= Exercise objective =
Print exactly what the entries say, line by line, from the first line down to the one with "#include <boost/math/quadrature/gauss_kronrod.hpp>", inclusive.

= Data for processing =
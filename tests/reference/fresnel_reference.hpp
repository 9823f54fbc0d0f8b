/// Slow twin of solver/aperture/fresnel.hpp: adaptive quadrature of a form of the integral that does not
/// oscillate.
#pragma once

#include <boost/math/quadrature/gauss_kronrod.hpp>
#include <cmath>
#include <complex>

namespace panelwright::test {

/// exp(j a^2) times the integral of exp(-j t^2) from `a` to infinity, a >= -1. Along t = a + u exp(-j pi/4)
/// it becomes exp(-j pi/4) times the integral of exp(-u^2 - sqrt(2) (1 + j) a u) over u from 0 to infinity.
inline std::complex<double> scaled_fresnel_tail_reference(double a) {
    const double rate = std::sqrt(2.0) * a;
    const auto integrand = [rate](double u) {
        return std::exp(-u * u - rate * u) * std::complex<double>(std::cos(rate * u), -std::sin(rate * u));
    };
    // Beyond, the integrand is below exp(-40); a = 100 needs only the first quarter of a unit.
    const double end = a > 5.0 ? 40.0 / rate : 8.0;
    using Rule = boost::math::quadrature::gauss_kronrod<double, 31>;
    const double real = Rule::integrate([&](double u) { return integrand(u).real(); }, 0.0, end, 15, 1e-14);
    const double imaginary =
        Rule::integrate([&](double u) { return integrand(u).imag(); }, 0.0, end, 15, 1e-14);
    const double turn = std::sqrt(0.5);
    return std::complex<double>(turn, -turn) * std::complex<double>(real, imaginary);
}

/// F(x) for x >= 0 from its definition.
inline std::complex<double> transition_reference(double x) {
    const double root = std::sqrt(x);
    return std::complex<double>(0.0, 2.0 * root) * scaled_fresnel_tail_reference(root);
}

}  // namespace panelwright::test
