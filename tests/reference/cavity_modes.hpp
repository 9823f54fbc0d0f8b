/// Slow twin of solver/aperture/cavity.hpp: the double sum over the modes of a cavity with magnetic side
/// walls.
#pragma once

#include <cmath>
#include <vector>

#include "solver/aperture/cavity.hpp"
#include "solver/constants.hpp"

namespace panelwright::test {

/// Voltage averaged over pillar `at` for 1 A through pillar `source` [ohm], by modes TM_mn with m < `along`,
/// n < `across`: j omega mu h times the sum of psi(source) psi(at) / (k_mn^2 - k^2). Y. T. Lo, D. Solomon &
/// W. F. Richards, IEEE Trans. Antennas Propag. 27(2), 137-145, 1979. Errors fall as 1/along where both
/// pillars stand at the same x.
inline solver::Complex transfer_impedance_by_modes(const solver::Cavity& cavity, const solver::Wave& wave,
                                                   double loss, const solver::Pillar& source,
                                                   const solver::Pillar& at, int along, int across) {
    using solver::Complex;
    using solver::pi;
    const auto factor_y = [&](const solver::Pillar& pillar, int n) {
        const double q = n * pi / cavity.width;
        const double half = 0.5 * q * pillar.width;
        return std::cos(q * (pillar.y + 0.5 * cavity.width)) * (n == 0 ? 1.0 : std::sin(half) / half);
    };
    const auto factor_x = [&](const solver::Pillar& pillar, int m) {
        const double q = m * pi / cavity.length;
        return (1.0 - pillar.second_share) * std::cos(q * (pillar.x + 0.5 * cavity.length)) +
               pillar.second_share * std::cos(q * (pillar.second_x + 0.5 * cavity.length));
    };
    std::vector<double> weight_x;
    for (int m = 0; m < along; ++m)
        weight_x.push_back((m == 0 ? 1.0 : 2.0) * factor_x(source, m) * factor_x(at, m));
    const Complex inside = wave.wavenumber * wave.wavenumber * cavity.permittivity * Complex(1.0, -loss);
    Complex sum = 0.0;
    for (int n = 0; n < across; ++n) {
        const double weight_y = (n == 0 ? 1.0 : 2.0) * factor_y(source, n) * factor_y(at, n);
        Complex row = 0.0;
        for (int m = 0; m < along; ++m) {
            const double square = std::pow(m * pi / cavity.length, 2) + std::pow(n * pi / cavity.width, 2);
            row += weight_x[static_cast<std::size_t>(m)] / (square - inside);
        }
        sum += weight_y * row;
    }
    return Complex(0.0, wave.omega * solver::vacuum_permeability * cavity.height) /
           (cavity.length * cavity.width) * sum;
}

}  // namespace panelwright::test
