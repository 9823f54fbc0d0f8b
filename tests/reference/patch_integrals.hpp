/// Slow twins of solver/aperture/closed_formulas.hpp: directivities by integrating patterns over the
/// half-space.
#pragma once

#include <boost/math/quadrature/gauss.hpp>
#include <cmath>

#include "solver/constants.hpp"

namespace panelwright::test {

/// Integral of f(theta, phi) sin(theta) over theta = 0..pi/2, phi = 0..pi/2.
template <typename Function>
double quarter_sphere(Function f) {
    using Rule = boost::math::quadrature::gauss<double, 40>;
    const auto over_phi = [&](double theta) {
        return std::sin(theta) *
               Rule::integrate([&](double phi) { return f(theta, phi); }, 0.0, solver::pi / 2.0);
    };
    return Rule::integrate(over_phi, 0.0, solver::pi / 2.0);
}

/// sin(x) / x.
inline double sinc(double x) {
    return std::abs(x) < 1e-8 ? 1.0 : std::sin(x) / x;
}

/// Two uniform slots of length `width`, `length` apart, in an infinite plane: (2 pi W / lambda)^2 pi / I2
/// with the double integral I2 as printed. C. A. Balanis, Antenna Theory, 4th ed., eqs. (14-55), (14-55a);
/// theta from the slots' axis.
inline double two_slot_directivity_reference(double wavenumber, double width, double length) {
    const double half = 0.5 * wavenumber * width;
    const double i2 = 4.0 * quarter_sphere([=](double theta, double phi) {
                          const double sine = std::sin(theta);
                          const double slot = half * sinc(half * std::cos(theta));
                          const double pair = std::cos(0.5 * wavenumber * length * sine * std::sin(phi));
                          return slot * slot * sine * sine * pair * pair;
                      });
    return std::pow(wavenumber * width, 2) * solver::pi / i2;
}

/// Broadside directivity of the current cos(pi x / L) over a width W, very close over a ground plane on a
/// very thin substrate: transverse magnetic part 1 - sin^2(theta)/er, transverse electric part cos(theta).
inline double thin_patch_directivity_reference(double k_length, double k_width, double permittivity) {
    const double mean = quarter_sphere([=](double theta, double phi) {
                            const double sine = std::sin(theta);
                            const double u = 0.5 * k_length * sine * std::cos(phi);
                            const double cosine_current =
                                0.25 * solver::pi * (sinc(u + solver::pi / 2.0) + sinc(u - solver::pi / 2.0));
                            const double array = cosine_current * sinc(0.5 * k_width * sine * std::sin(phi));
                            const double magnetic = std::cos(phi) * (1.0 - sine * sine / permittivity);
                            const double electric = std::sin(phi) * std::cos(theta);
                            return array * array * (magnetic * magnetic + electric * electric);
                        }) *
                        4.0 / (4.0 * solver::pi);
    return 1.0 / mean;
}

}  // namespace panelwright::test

= Solved problem =
filename tests/reference/fresnel_reference.hpp
repository 9823f54fbc0d0f8b
/// Slow twin of solver/aperture/fresnel.hpp: adaptive quadrature of a form of the integral that does not
/// oscillate.
#pragma once

#include <boost/math/quadrature/gauss_kronrod.hpp>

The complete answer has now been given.